--- START ---
"""Design a whole installation: for every circuit and sub-main that leaves them out, the smallest device rating and
cable sizes that pass every check, chosen for the tree at once.

The judge is the installation check itself (:func:`service.electrical.network.installation.check_installation`):
each round checks the whole tree as one set of arrays, and every circuit that fails a rule a larger size can meet
moves up. Where the check's own figures say how far (the capacity Iz against In, the voltage drop left from the
origin), a circuit moves straight to the smallest size that meets them, read from the same tables; otherwise one
size a round. A circuit whose own sizes cannot help (given, or at the largest) moves its board's feed up instead; a
board that requires selectivity moves its feed's rating up. The rules beyond the calculations are met by the device
they call for (a 30 mA RCD of the right type, an AFDD), and the design says so.

Then the voltage drop is shared: a larger sub-main leaves more of the drop from the origin to the circuits below it,
which may then stay smaller. Each feed is tried one, two and three sizes up; the sizes below are read again from the
same tables, and the change that saves the most material (or cost, with prices) is kept and checked again. Nothing
here re-implements a check: every figure of the answer comes from the last check of the whole tree.
"""

from __future__ import annotations

import dataclasses
from collections.abc import Callable, Mapping
from dataclasses import dataclass
from typing import Any

from service.electrical.cables import capacity as cap
from service.electrical.cables import design_search as search
from service.electrical.cables.design_search import Slot, Unknown, share_drop
from service.electrical.cables.sizing import REQUIREMENT_CHECKS, cpc_for, rating_for
from service.electrical.devices import catalogue
from service.electrical.errors import InvalidInput, NoRule
from service.electrical.inputs import Circuit, Installation
from service.electrical.network import boards as bv
from service.electrical.network.installation import InstallationResult, check_installation
from service.electrical.network.tree import tree_of
from service.electrical.results.circuit_result import CircuitResult
from service.electrical.rules import requirements

MAX_ROUNDS = 12


def _sizes(circuit: Circuit, unknown: Unknown, path: tuple) -> list[tuple[float, float]]:
    """The (line, cpc) sizes a circuit may take: the family's tabulated sizes for its method, each with the cpc the
    family gives (or the one stated), smallest first; the stated size alone where it is not left out."""
    c = circuit.conductors
    if not unknown.line and not unknown.cpc:
        return [(c.line_csa_mm2, c.cpc_csa_mm2)]
    run = circuit.installation
    if run is None:
        raise InvalidInput(path + ("installation",), "give how the cable is run (cable and method) to size it")
    lines = [row.csa_mm2 for row in cap.capacities(run.cable, run.installation_method, circuit.phases)]
    if not unknown.line:
        lines = [c.line_csa_mm2]
    out = []
    for line in lines:
        try:
            out.append((line, cpc_for(run.cable, line) if unknown.cpc else c.cpc_csa_mm2))
        except NoRule:
            continue
    return out


def _ratings(circuit: Circuit, unknown: Unknown, ib: float | None, path: tuple) -> list[float]:
    if not unknown.rating:
        return [circuit.device.rating_a]
    if ib is None:
        raise InvalidInput(path + ("design_current_a",), "give the design current to choose the device's rating")
    ring = circuit.conductors is not None and circuit.conductors.ring
    first = rating_for(circuit.device, ib, ring)
    return [r for r in catalogue.ratings_for(circuit.device.standard) if r >= first - 1e-9]


def slots_of(inst: Installation, unknowns: Mapping[tuple[int, int], Unknown]) -> dict[tuple[int, int], Slot]:
    """Each circuit's slot, by board and circuit position (a feed's design current is its board's demand)."""
    tree = tree_of(inst)
    _, feed_current = bv.demands(inst, tree)
    slots = {}
    for (b, c), unknown in unknowns.items():
        circuit = inst.boards[b].circuits[c]
        path = ("boards", b, "circuits", c)
        ib = feed_current.get((b, c), (circuit.design_current_a, None))[0]
        sizes = _sizes(circuit, unknown, path)
        if not sizes:
            raise InvalidInput(path + ("installation", "cable"), "no size of this cable family has a cpc to give it")
        slots[(b, c)] = Slot(b, c, unknown, _ratings(circuit, unknown, ib, path), sizes)
    return slots


def completed(inst: Installation, slots: Mapping[tuple[int, int], Slot]) -> Installation:
    """The installation with each slot's current choice in place (only the circuits whose choice changed since the
    installation given are made again)."""
    boards = list(inst.boards)
    changed: dict[int, list] = {}
    for (b, c), slot in slots.items():
        circuit = boards[b].circuits[c]
        line, cpc = slot.size
        same = circuit.device.rating_a == slot.rating and circuit.conductors.line_csa_mm2 == line
        if same and circuit.conductors.cpc_csa_mm2 == cpc:
            continue
        circuits = changed.setdefault(b, list(boards[b].circuits))
        conductors = dataclasses.replace(circuit.conductors, line_csa_mm2=line, cpc_csa_mm2=cpc)
        device = dataclasses.replace(circuit.device, rating_a=slot.rating)
        circuits[c] = dataclasses.replace(circuit, device=device, conductors=conductors)
    for b, circuits in changed.items():
        boards[b] = dataclasses.replace(boards[b], circuits=tuple(circuits))
    return dataclasses.replace(inst, boards=tuple(boards)) if changed else inst


def _start(inst: Installation, slots: Mapping[tuple[int, int], Slot]) -> None:
    """Each slot's first size: the smallest whose tabulated It, derated for its run, reaches its rating (BS 7671
    433.1.1, Appendix 4), before anything is checked; the check then judges it like any other."""
    for (b, c), slot in slots.items():
        circuit = inst.boards[b].circuits[c]
        run = circuit.installation
        if run is None or not slot.unknown.line or run.capacity_a is not None:
            continue
        insulation = cap.cable_table(run.cable)["insulation"]
        product, _ = cap.derating(run, insulation, circuit.device.standard, 0.0)
        tabulated = search.tabulated_it(circuit)
        parallel = circuit.conductors.parallel_cables
        for k, (line, _) in enumerate(slot.sizes):
            if tabulated.get(line, 0.0) * product * parallel >= slot.rating - 1e-9:
                slot.s = k
                break


def outcomes_of(result: InstallationResult, inst: Installation) -> dict[tuple[int, int], Any]:
    """Each circuit's result (or failure) by board and circuit position in the body."""
    position = {board.id: b for b, board in enumerate(inst.boards)}
    return {(position[board.id], c): item for board in result.boards for c, item in enumerate(board.circuits)}


@dataclass
class Design:
    """What the design chose: the completed installation, its check, each slot, and what was traded or said."""

    installation: Installation
    result: InstallationResult
    slots: dict[tuple[int, int], Slot]
    devices_added: dict[tuple[int, int], list[str]]
    traded: list[str]
    feasible: bool


def _required_devices(inst: Installation, outcomes: Mapping) -> tuple[Installation, dict]:
    """Each circuit given the device the rules beyond the calculations call for (a 30 mA RCD of the right type, an
    AFDD), and what was said of it (:func:`requirements.required_device`)."""
    said: dict[tuple[int, int], list[str]] = {}
    boards = [list(board.circuits) for board in inst.boards]
    for (b, c), outcome in outcomes.items():
        if not isinstance(outcome, CircuitResult):
            continue
        circuit = boards[b][c]
        checks = [check for check in outcome.checks if check.check in REQUIREMENT_CHECKS]
        device, words = requirements.required_device(circuit.device, checks, circuit.equipment, circuit.ev)
        if words:
            boards[b][c], said[(b, c)] = dataclasses.replace(circuit, device=device), words
    new = tuple(dataclasses.replace(board, circuits=tuple(boards[b])) for b, board in enumerate(inst.boards))
    return dataclasses.replace(inst, boards=new), said


def _feeds(inst: Installation) -> dict[int, tuple[int, int]]:
    """The circuit feeding each board below the origin, by the board's position."""
    ids = {board.id: b for b, board in enumerate(inst.boards)}
    return {
        ids[circuit.feeds_board]: (b, c)
        for b, board in enumerate(inst.boards)
        for c, circuit in enumerate(board.circuits)
        if isinstance(circuit, Circuit) and circuit.feeds_board in ids
    }


def _round(inst: Installation, slots: dict, feeds: dict, outcomes: Mapping) -> bool:
    """One round: every failing circuit moves up, or moves its board's feed up. Whether anything moved."""
    moved, feed_moved = False, set()
    for (b, c), outcome in search.failing(outcomes):
        slot, circuit = slots.get((b, c)), inst.boards[b].circuits[c]
        if slot is not None and search.move_up(slot, outcome, circuit):
            moved = True
            continue
        feed = slots.get(feeds.get(b))
        if feed is None or feeds[b] in feed_moved:
            continue
        if search.selectivity_fails(outcome):
            moved |= search.rating_up(feed, "selectivity")
        elif feed.s + 1 < len(feed.sizes) and (feed.unknown.line or feed.unknown.cpc):
            rule = search.blocking(outcome)[0] or "the circuits below"
            feed.ruled_out.append({"rating_a": feed.rating, "line_csa_mm2": feed.size[0], "cpc_csa_mm2": feed.size[1],
                                   "check": f"{rule} of {circuit.id or 'a circuit'} on board {inst.boards[b].id}",
                                   "value": None, "limit": None, "unit": None, "judged": "checked"})  # fmt: skip
            feed.s += 1
            moved = True
        feed_moved.add(feeds[b])
    return moved


def design_installation(
    inst: Installation,
    unknowns: Mapping[tuple[int, int], Unknown],
    cost: Callable[[Circuit, float, float], float] | None = None,
    scope: Any = None,
    progress: Callable[[int], None] | None = None,
) -> Design:
    """Choose every left-out rating and size (see the module's text). ``cost(circuit, line, cpc)`` prices a run;
    without it the material (mm2 x m) is kept least. The installation check judges every round (``progress`` is
    told as it goes)."""
    slots = slots_of(inst, unknowns)
    _start(inst, slots)
    feeds = _feeds(inst)
    added: dict[tuple[int, int], list[str]] = {}
    trades: list[dict[str, Any]] = []
    rounds, shared, current, before = 0, False, inst, {}
    while rounds < MAX_ROUNDS:
        rounds += 1
        current = completed(current, slots)
        result = check_installation(current, scope, progress=progress, chunk=None)
        outcomes = outcomes_of(result, current)
        if rounds == 1:  # the devices the rules call for, from the first check: then checked with the sizes
            current, added = _required_devices(current, outcomes)
        if before and search.kept_worse(slots, trades, before, outcomes):
            before = {}  # a trade's smaller circuit shows less than it did: the trade is undone and checked again
            continue
        if not search.failing(outcomes) and not (rounds == 1 and added):
            if shared:
                break
            shared = True  # once feasible, share the drop; then check again
            before = {key: search.standing(outcomes.get(key)) for key in slots}
            trades = share_drop(current, slots, feeds, outcomes, cost or search.material_mm2_m)
            if not trades:
                break
            continue
        if not _round(current, slots, feeds, outcomes) and not (rounds == 1 and added):
            break
    feasible = not search.failing(outcomes)
    for slot in slots.values():  # a size the drop's sharing let a circuit keep is no longer ruled out
        slot.ruled_out = [
            r for r in slot.ruled_out if not (r["rating_a"] == slot.rating and r["line_csa_mm2"] >= slot.size[0])
        ]
    return Design(current, result, slots, added, [trade["said"] for trade in trades], feasible)


# what would let a circuit pass where no size or rating the design may choose does, by the rule it fails
WOULD = {
    "capacity": "another installation method (a cooler route, less grouping) or cables in parallel",
    "voltage-drop": "a shorter run, a larger cable upstream (give the sub-main's size to the design), or a drop "
    "limit agreed for this use",
    "disconnection-time": "an RCD, a shorter run, or a lower Ze at the origin (a larger supply)",
    "max-zs": "an RCD, a shorter run, or a lower Ze at the origin (a larger supply)",
    "rcd": "an RCD of lower IΔn, or a lower earth electrode resistance",
    "short-circuit": "a device that lets through less energy (a lower rating, or a better energy-limiting class)",
    "protective-conductor": "a larger cpc (a separate one) or a device that lets through less energy",
    "breaking-capacity": "a device of higher breaking capacity, or a board with a conditional rating",
    "selectivity": "a larger upstream device, or the maker's selectivity table",
}


def failures(design: Design) -> list[dict[str, Any]]:
    """Where no design passes: each circuit that still fails, the check and its figures, and what would pass."""
    out = []
    for (b, _), outcome in search.failing(outcomes_of(design.result, design.installation)):
        rule, value, limit, unit = search.blocking(outcome)
        if rule is None:
            failed = next((x for x in outcome.checks if x.verdict == outcome.verdict), None)
            rule, value, limit, unit = (
                (failed.check, failed.value, failed.limit, failed.unit) if failed else (None,) * 4
            )
        out.append({
            "board": design.installation.boards[b].id, "id": outcome.id, "check": rule, "value": value,
            "limit": limit, "unit": unit, "would": WOULD.get(rule, "a change to this circuit's design: see its checks"),
        })  # fmt: skip
    return out
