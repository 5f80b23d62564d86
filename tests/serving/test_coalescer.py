"""Concurrent single checks computed together: each request gets exactly its own answer."""

import json
import threading

import pytest

from service.contract.circuit_schemas import CheckRequestSchema
from service.electrical.pipeline import check_circuit
from service.serving.coalescer import Coalescer
from tests.paths import EXAMPLES

BODY = CheckRequestSchema().load(json.loads((EXAMPLES / "circuits-check.json").read_text()))


def lengths(n):
    import dataclasses

    circuit = BODY["circuit"]
    return [
        dataclasses.replace(circuit, conductors=dataclasses.replace(circuit.conductors, length_m=5 + i))
        for i in range(n)
    ]


def test_concurrent_checks_are_gathered_and_each_gets_its_own_result():
    coalescer = Coalescer(window_s=0.05)
    circuits = lengths(12)
    answers = [None] * len(circuits)
    start = threading.Barrier(len(circuits))

    def ask(i):
        start.wait()
        answers[i] = coalescer.check(BODY["supply"], circuits[i], None)

    threads = [threading.Thread(target=ask, args=(i,)) for i in range(len(circuits))]
    for t in threads:
        t.start()
    for t in threads:
        t.join(timeout=30)
    assert coalescer.batches >= 1
    for circuit, answer in zip(circuits, answers, strict=True):
        assert answer == check_circuit(BODY["supply"], circuit)


def test_a_check_alone_is_not_kept_waiting_and_errors_reach_the_caller(monkeypatch):
    import time

    coalescer = Coalescer(window_s=5.0)
    started = time.perf_counter()
    coalescer.check(BODY["supply"], BODY["circuit"], ["max-zs"])
    assert time.perf_counter() - started < 2.0

    from service.serving import coalescer as coalesce

    def explode(*args, **kwargs):
        raise RuntimeError("boom")

    monkeypatch.setattr(coalesce, "check_circuits", explode)
    with pytest.raises(RuntimeError):
        coalescer.check(BODY["supply"], BODY["circuit"], None)
    assert coalescer.in_flight == 0


def test_each_run_is_counted_with_its_circuits_and_the_cores_cpu_time():
    from service.api import metrics

    def counted():
        sample = {s.name: s.value for m in metrics.SINGLE_RUN.collect() for s in m.samples if "bucket" not in s.name}
        cpu = [s.value for m in metrics.SINGLE_RUN_CPU.collect() for s in m.samples if s.name.endswith("_total")]
        return (
            sample["faultpath_single_check_run_circuits_count"],
            sample["faultpath_single_check_run_circuits_sum"],
            cpu[0],
        )

    runs, circuits, cpu = counted()
    Coalescer(window_s=0.0, counted=metrics.count_single_run).check(BODY["supply"], BODY["circuit"], None)
    after = counted()
    assert after[0] == runs + 1 and after[1] == circuits + 1 and after[2] > cpu
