"""Testing on site: the limits a tester must meet (the test sheet), and measured results judged against them."""
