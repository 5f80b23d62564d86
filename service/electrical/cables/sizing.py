"""Size a circuit for a load, and find the longest run that keeps every check passing.

Sizing tries every tabulated line conductor size at once through the array path of
:func:`service.electrical.pipeline.check_circuits`, with capacity (Ib <= In <= Iz, BS 7671 433.1.1)
and voltage drop (Appendix 4, 6.4) beside the fault checks, and keeps the smallest that passes;
each smaller size is reported with the check that ruled it out.

The longest run of a circuit is in :mod:`service.electrical.cables.reach`.
"""

from __future__ import annotations

import dataclasses
from collections.abc import Iterator
from contextlib import contextmanager
from dataclasses import dataclass, field
from typing import Any

from service.electrical.cables import capacity as cap
from service.electrical.cables import conductors as cond
from service.electrical.cables.protective import selection_csa_mm2
from service.electrical.cables.sizing_notes import arrangement_cautions, never_shown, sizing_cautions
from service.electrical.circuit_arrays import CircuitFailure, device_problem
from service.electrical.datafiles import core_table
from service.electrical.devices import adjustable, catalogue
from service.electrical.errors import ElectricalError, InvalidInput, NoRule
from service.electrical.inputs import CableRun, Circuit, Conductors, DeviceSpec, EvCharge, Supply
from service.electrical.pipeline import check_circuits
from service.electrical.results import precision
from service.electrical.results.circuit_result import Check, CircuitResult
from service.electrical.results.verdicts import Verdict
from service.electrical.rules import requirements

# what rules a size out, in the order tried; breaking capacity is the device's, not the cable's, and never does
RULED_OUT_ORDER = (
    "capacity",
    "voltage-drop",
    "disconnection-time",
    "max-zs",
    "short-circuit",
    "protective-conductor",
    "rcd",
)


@dataclass(frozen=True)
class Demand:
    """The load, where it is and what the voltage drop rule is for it."""

    length_m: float
    phases: int = 1
    design_current_a: float | None = None
    power_kw: float | None = None
    power_factor: float = 1.0
    use: str = "other"
    supply_kind: str = "public"
    voltage_drop_limit_percent: float | None = None
    role: str = "final"
    load: str | None = None
    id: str | None = None
    conditional_short_circuit_ka: float | None = None  # the board's rating with its upstream device
    parallel_cables: int = 1  # equal cables in parallel, sharing the load (523.7)
    ring: bool = False  # a ring final circuit (433.1.204): length_m is the whole ring
    cpc: str = "cable"  # the family's own cpc (a core, the twin-and-earth cpc, Table 54.7), or "armour"
    cores: int | None = None  # an armoured cable's cores, for its armour as the cpc
    # what it supplies and where, for the rules beyond the calculations (as on a Circuit)
    equipment: str | None = None
    socket_outlet_rating_a: float | None = None
    location: str | None = None
    ev: EvCharge | None = None


INSTALLATION_FIELDS = frozenset(f.name for f in dataclasses.fields(CableRun))
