def soil_factor(resistivity_k_m_per_w: float, in_duct: bool) -> tuple[float, str]:
    """Factor for soil thermal resistivity (BS 7671 Table 4B3, from memory): one of the table's own columns."""
    table = core_table("correction_factors")["soil_resistivity"]
    columns = [float(c) for c in table["columns_k_m_per_w"]]
    if float(resistivity_k_m_per_w) not in columns:
        raise InvalidInput(
            "soil_resistivity_k_m_per_w",
            f"Table 4B3's columns are {[f'{c:g}' for c in columns]} K m/W; use one of them",
        )
    value = table["in-duct" if in_duct else "direct"][f"{float(resistivity_k_m_per_w):g}"]
    where = "in ducts" if in_duct else "direct in the ground"
    return float(value), f"BS 7671 Table 4B3, {where}, {resistivity_k_m_per_w:g} K m/W (from memory)"


def buried_grouping_factor(arrangement: str, circuits: int, spacing: str | None) -> tuple[float, str]:
    """Cg for buried circuits (BS 7671 Table 4C2 direct in the ground, 4C3 in ducts; from memory)."""
    table = core_table("correction_factors")["buried_grouping"]
    kind = "in-duct" if arrangement == "buried-in-ducts" else "direct"
    if circuits == 1:
        return 1.0, "one buried circuit: no grouping"
    spacings = list(table[kind])
    if spacing not in spacings:
        raise InvalidInput("buried_spacing", f"{arrangement} takes buried_spacing, one of {spacings}")
    rows = table["circuits"]
    row = next((i for i, n in enumerate(rows) if n >= circuits), None)
    if row is None:
        raise InvalidInput("grouped_circuits", f"Tables 4C2 and 4C3 go to {rows[-1]} circuits")
    name = "4C3" if kind == "in-duct" else "4C2"
    counted = f"{circuits} circuits" + ("" if rows[row] == circuits else f" (the {rows[row]}-circuit row)")
    return float(table[kind][spacing][row]), f"BS 7671 Table {name}, {spacing}, {counted} (from memory)"


def grouping_factor(arrangement: str, circuits: int, spacing: str | None = None) -> tuple[float, str]:
    """Cg for ``circuits`` circuits grouped in ``arrangement`` (BS 7671 Table 4C1; buried: Tables 4C2, 4C3)."""
    table = core_table("correction_factors")["grouping"]
    if arrangement in BURIED_GROUPINGS:
        return buried_grouping_factor(arrangement, circuits, spacing)
    if arrangement not in GROUPINGS:
        raise InvalidInput("grouping", f"grouping is one of {list(GROUPINGS)}, not {arrangement!r}")
    row = table[arrangement]
    sourced = {"bunched": set(range(1, 10)) | {20}, "single-layer-touching": set(range(1, 10))}.get(arrangement, set())
    if circuits <= len(row["factors"]):
        value = row["factors"][circuits - 1]
    else:
        more = sorted((int(k), v) for k, v in row["more"].items())
        value = next((v for k, v in more if k >= circuits), more[-1][1] if more else row["factors"][-1])
    confidence = "A/S" if circuits in sourced else "M, from memory"
    counted = "1 circuit" if circuits == 1 else f"{circuits} circuits"
    return float(value), f"BS 7671 Table 4C1, {arrangement}, {counted} (confidence {confidence})"
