"""The site test sheet: per circuit, what a tester must find on site, from the same whole check that
:func:`service.electrical.testing.verification.verify` judges the filled sheet by, so that the two always
agree.

- The largest Zs and R1+R2 to measure at the test temperature: the design's limits scaled by the ratio of
  resistances (1 + 0.004 (theta_t - 20)) / (1 + 0.004 (theta_op - 20)) (BS 7671 Appendix 3 approach); in TN the
  Zs to expect (Ze + R1+R2 at that temperature), and 1.5 times it, above which the cpc is suspect (common practice).
- A ring's expected end-to-end r1, rn and r2 at the test temperature (643.2.1), and the 0.05 ohm tolerance.
- The RCD to test: IΔn, type and the operating times of BS EN 61008-1 / 61009-1 Table 1.
- The insulation test voltage and minimum resistance (Table 64, from memory).
"""

from __future__ import annotations

from collections.abc import Sequence
from dataclasses import dataclass

from service.electrical.cables.conductors import temperature_multiplier
from service.electrical.circuit_arrays import CircuitFailure
from service.electrical.devices.limits import measured_limit_ohm
from service.electrical.inputs import Circuit, Supply
from service.electrical.pipeline import check_circuits
from service.electrical.results import precision
from service.electrical.results.circuit_result import CircuitResult
from service.electrical.results.shapes import figure
from service.electrical.testing.judges import (
    CONTINUITY_FACTOR,
    insulation_row,
    largest_zs_at,
    operating_c,
    rcd_times_ms,
)
from service.electrical.testing.ring import TOLERANCE_OHM, end_to_end_ohm


@dataclass
class SiteLimits:
    """What a tester must find on site for one circuit, at the test temperature."""

    test_temperature_c: float = figure("the conductor temperature the limits are worked for", nullable=False)
    design_ze_ohm: float = figure(
        "the Ze the design assumed at the circuit's board: a higher reading fails", nullable=False
    )
    expected_zs_ohm: float | None = figure("TN: Ze + the design's R1+R2 at the test temperature, the reading to expect")
    max_zs_ohm: float | None = figure("the largest Zs the design allows, at the test temperature")
    continuity_max_zs_ohm: float | None = figure(
        "TN: 1.5 times the reading to expect; a higher one points to an open or high-resistance cpc (common practice)"
    )
    expected_r1_plus_r2_ohm: float | None = figure("the design's R1+R2 at the test temperature")
    max_r1_plus_r2_ohm: float | None = figure("the largest R1+R2 to measure: Ze + R1+R2 within the maximum Zs")
    ring_r1_ohm: float | None = figure("a ring: the line conductor end to end")
    ring_rn_ohm: float | None = figure("a ring: the neutral end to end")
    ring_r2_ohm: float | None = figure("a ring: the cpc end to end")
    ring_tolerance_ohm: float | None = figure("a ring: how far r1 and rn, and r2 and r1 x the size ratio, may differ")
    rcd_residual_current_ma: float | None = figure("the RCD to test: IΔn")
    rcd_type: str | None = figure("the RCD's type, as stated")
    rcd_max_time_ms_at_idn: float | None = figure("the longest operating time at IΔn")
    rcd_min_time_ms_at_idn: float | None = figure("a time-delayed (S) RCD: the shortest operating time at IΔn")
    rcd_max_time_ms_at_5idn: float | None = figure("the longest operating time at 5 x IΔn")
    insulation_test_voltage_v: float = figure("d.c. test voltage (Table 64, from memory)", nullable=False)
    insulation_min_megohm: float = figure("the least insulation resistance (Table 64, from memory)", nullable=False)
    breaking_capacity_ka: float | None = figure("the largest prospective fault current to measure at the device")


def _limits(design: CircuitResult, supply: Supply, circuit: Circuit, temperature_c: float, voltage: str) -> SiteLimits:
    conductors = circuit.conductors
    op_c = operating_c(circuit)
    ratio = float(temperature_multiplier(temperature_c) / temperature_multiplier(op_c))
    max_zs = design.check("max-zs").limit
    zs = largest_zs_at(design, circuit, temperature_c)
    r1r2 = design.r1_plus_r2_ohm
    expected_zs = None if supply.earthing == "TT" or r1r2 is None else supply.ze_ohm + r1r2 * ratio
    room, _ = measured_limit_ohm(max_zs - supply.ze_ohm, op_c, temperature_c) if max_zs else (None, None)
    ring = end_to_end_ohm(conductors, temperature_c) if conductors is not None and conductors.ring else (None,) * 3
    rcd, row = circuit.device.rcd, insulation_row(voltage)
    times = (rcd_times_ms(rcd.delay, 0), rcd_times_ms(rcd.delay, 2)) if rcd is not None else None
    breaking = design.check("breaking-capacity")
    figures = {
        "design_ze_ohm": supply.ze_ohm,
        "expected_zs_ohm": expected_zs,
        # the continuity judge's ceiling (testing.judges.judge_zs_continuity)
        "continuity_max_zs_ohm": None if expected_zs is None else CONTINUITY_FACTOR * expected_zs,
        "max_zs_ohm": zs,
        "expected_r1_plus_r2_ohm": None if r1r2 is None else r1r2 * ratio,
        "max_r1_plus_r2_ohm": None if room is None else float(room),
        "ring_r1_ohm": ring[0],
        "ring_rn_ohm": ring[1],
        "ring_r2_ohm": ring[2],
        "rcd_max_time_ms_at_idn": times and times[0][0],
        "rcd_min_time_ms_at_idn": times and times[0][1],
        "rcd_max_time_ms_at_5idn": times and times[1][0],
        "breaking_capacity_ka": None if breaking is None else breaking.limit,
    }
    return SiteLimits(
        test_temperature_c=temperature_c,
        ring_tolerance_ohm=TOLERANCE_OHM if ring[0] is not None else None,
        rcd_residual_current_ma=None if rcd is None else rcd.residual_current_ma,
        rcd_type=None if rcd is None else rcd.type,
        insulation_test_voltage_v=row["test_voltage_v"],
        insulation_min_megohm=row["minimum_megohm"],
        **precision.rounded_record(figures),
    )


def site_limits(
    supply: Supply | Sequence[Supply],
    circuits: Sequence[Circuit],
    temperature_c: float = 20.0,
    circuit_voltage: str = "up-to-500v",
) -> list[SiteLimits | CircuitFailure]:
    """Each circuit's limits on site at ``temperature_c`` (a failure where the circuit cannot be checked)."""
    supplies = [supply] * len(circuits) if isinstance(supply, Supply) else list(supply)
    designs = check_circuits(supplies, list(circuits), exact=True)
    return [
        design if isinstance(design, CircuitFailure) else _limits(design, on, circuit, temperature_c, circuit_voltage)
        for design, on, circuit in zip(designs, supplies, circuits, strict=True)
    ]
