"""What a sizing answer says beside its sizes: the checks no size can show, and the cautions of the choice."""

from __future__ import annotations

from collections.abc import Sequence
from typing import Any

from service.electrical.circuit_arrays import CircuitFailure
from service.electrical.inputs import CableRun
from service.electrical.results.verdicts import Verdict


def never_shown(outcomes: list, names: Sequence[str]) -> frozenset[str]:
    """The fault checks that are not-verified for every size tried (the data, not the size, are missing)."""
    results = [o for o in outcomes if not isinstance(o, CircuitFailure)]
    return frozenset(
        n
        for n in names
        if results and all((c := r.check(n)) is not None and c.verdict == Verdict.NOT_VERIFIED for r in results)
    )


def arrangement_cautions(parallel_cables: int, cpc: str) -> list[str]:
    """What sizing says of cables in parallel and of armour as the cpc."""
    out = []
    if parallel_cables > 1:
        out.append(
            f"{parallel_cables} cables in parallel are taken to share the load equally (523.7): the same "
            "type, size, length and route, connected together at both ends."
        )
    if cpc == "armour":
        out.append(
            "The armour as the cpc: its resistance is worked from the armour's cross-section (makers' tables, see "
            "the data file's confidence); the glands must be made to carry the fault current."
        )
    return out


def sizing_cautions(selected: dict[str, Any] | None, inst: CableRun, lenient: frozenset[str], outcomes) -> list[str]:
    out = []
    for name in sorted(lenient):
        note = next(
            (c.note for o in outcomes if not isinstance(o, CircuitFailure) for c in o.checks if c.check == name), None
        )
        out.append(
            f"The {name} check cannot be shown for any size from the data given ({note}); sizes were not ruled "
            "out by it."
        )
    if selected is None:
        return out + ["No tabulated size passes every check for this load, length and installation."]
    if "M" in (selected["capacity"].confidence or ""):
        out.append(
            f"The capacity of {selected['line_csa_mm2']:g} mm2 by method {inst.installation_method} is from memory "
            "(unverified): confirm it in BS 7671 before relying on it."
        )
    if any("from memory" in f["basis"] for f in (selected["capacity"].factors or {}).values()):
        out.append("A correction factor used is from memory (unverified): see the factors' bases.")
    return out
--- END ---
▶ [What needs to be done]
What lines of the preceding data include the string "blocking"? Pull them out.

▶ [Exercise result]
            rule = search.blocking(outcome)[0] or "the circuits below"
        rule, value, limit, unit = search.blocking(outcome)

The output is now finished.